> [What to do]: After locating the line that contains "handed out so far" in the data below, set down exactly that line and each one after it through the line that contains "declaration is seen)", and nothing more.

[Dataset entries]
***
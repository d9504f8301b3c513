package rdf

// RDF/XML reader: the grammar of RDF 1.1 XML Syntax (W3C Recommendation,
// 25 February 2014), §7, run over encoding/xml's raw token stream so that
// only the chain of open elements is ever held in memory.
//
//	<rdf:Description rdf:about="http://ex.org/a">   node element: subject
//	  <skos:prefLabel xml:lang="en">cat</skos:prefLabel>   property element
//	</rdf:Description>
//
// gives <http://ex.org/a> <…skos/core#prefLabel> "cat"@en .

import (
	"bytes"
	"encoding/xml"
	"errors"
	"fmt"
	"io"
	"sort"
	"strconv"
	"strings"
	"unicode/utf8"
)

const (
	rdfNS = "http://www.w3.org/1999/02/22-rdf-syntax-ns#"
	xmlNS = "http://www.w3.org/XML/1998/namespace"

	rdfType      = rdfNS + "type"
	rdfFirst     = rdfNS + "first"
	rdfRest      = rdfNS + "rest"
	rdfNil       = rdfNS + "nil"
	rdfSubject   = rdfNS + "subject"
	rdfPredicate = rdfNS + "predicate"
	rdfObject    = rdfNS + "object"
	rdfStatement = rdfNS + "Statement"
	// RDFXMLLiteral is the datatype of rdf:parseType="Literal" values.
	RDFXMLLiteral = rdfNS + "XMLLiteral"
)

// maxXMLDepth bounds element nesting so that hostile input cannot grow the
// parser's recursion without limit. Real vocabularies nest a few levels.
const maxXMLDepth = 10000

// ReadRDFXML reads RDF/XML (RDF 1.1 XML Syntax, W3C Recommendation 2014),
// calling fn once per triple as the document is parsed. opt.Base is the
// document IRI that relative IRIs, rdf:ID and xml:base resolve against.
//
// Syntax errors, invalid UTF-8 and truncated input give a *ParseError with
// the line and column where the problem was found; an error returned by fn
// stops the parse and is returned unchanged. Names the specification only
// warns about (unknown rdf: names such as rdf:foo) are accepted silently.
// Encodings other than UTF-8, US-ASCII and ISO-8859-1 are refused.
func ReadRDFXML(r io.Reader, opt Options, fn func(Triple) error) error {
	pr := &posReader{r: r, buf: make([]byte, 64<<10), line: 1, col: 1, validate: true}
	pr.skipBOM()
	d := xml.NewDecoder(pr)
	d.Strict = true
	d.CharsetReader = func(label string, in io.Reader) (io.Reader, error) {
		switch strings.ToLower(label) {
		case "us-ascii", "ascii":
			return in, nil
		case "iso-8859-1", "latin1", "latin-1", "iso_8859-1", "l1":
			pr.validate = false
			return &latin1Reader{r: in}, nil
		}
		return nil, &charsetError{fmt.Sprintf("unsupported encoding %q (only UTF-8, US-ASCII and ISO-8859-1 are read)", label)}
	}
	p := &xmlParser{dec: d, pos: pr, opt: opt, emit: fn, ids: map[string]struct{}{}}
	return p.document()
}

// posReader feeds the XML decoder byte by byte, keeping the line and the
// column (in Unicode characters) of the next byte and of the last one, since
// the decoder may hold one byte back. It also rejects invalid UTF-8, which
// the decoder checks only in some places.
type posReader struct {
	r          io.Reader
	buf        []byte // read buffer, reused; bytes buf[i:n] are not handed out yet
	i, n       int
	off        int64 // bytes handed out so far
	line, col  int   // position of the next byte
	pline, pcl int   // position of the last byte handed out
	validate   bool  // check UTF-8 (off once a Latin-1 declaration is seen)
	need       int   // continuation bytes still expected in the current rune
	lo, hi     byte  // allowed range of the next continuation byte
	bad        bool  // an invalid byte sequence was met
	ioErr      error // a read error of the underlying reader, not EOF
	// The bytes read since the current token began (the decoder may have
	// read its first byte already) are raw followed by buf[rawStart:i];
	// raw only fills when the buffer is refilled inside a token. They serve
	// attribute normalization.
	raw      []byte
	rawStart int
	// bline, bcol locate the first byte of the current (or the invalid)
	// UTF-8 sequence.
	bline, bcol int
}

// skipBOM drops a UTF-8 byte order mark at the start of the input (XML 1.0
// §4.3.3 allows it; the decoder would take it for text before the root).
// Call it before any other read.
func (p *posReader) skipBOM() {
	k, err := io.ReadFull(p.r, p.buf[:3])
	if k == 3 && string(p.buf[:3]) == "\ufeff" {
		k = 0
	}
	p.i, p.n = 0, k
	if err != nil && err != io.EOF && err != io.ErrUnexpectedEOF {
		p.ioErr = err
	}
}

// errBadUTF8 is returned by posReader on an invalid byte sequence.
var errBadUTF8 = errors.New("invalid UTF-8")

func (p *posReader) ReadByte() (byte, error) {
	if p.i == p.n {
		if err := p.fill(); err != nil {
			if err == io.EOF && p.validate && p.need > 0 {
				p.bad = true
				p.bline, p.bcol = p.line, p.col
				return 0, errBadUTF8
			}
			if err != io.EOF {
				p.ioErr = err
			}
			return 0, err
		}
	}
	b := p.buf[p.i]
	p.i++
	p.pline, p.pcl = p.line, p.col
	p.off++
	if b < 0x80 && p.need == 0 { // ASCII outside a multi-byte sequence
		if b == '\n' {
			p.line++
			p.col = 1
		} else {
			p.col++
		}
		return b, nil
	}
	if b == '\n' {
		p.line++
		p.col = 1
	} else if b&0xC0 != 0x80 {
		p.col++
	}
	if p.validate && !p.checkUTF8(b) {
		p.bad = true
		return 0, errBadUTF8
	}
	return b, nil
}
***
> [Solution]:
	off        int64 // bytes handed out so far
	line, col  int   // position of the next byte
	pline, pcl int   // position of the last byte handed out
	validate   bool  // check UTF-8 (off once a Latin-1 declaration is seen)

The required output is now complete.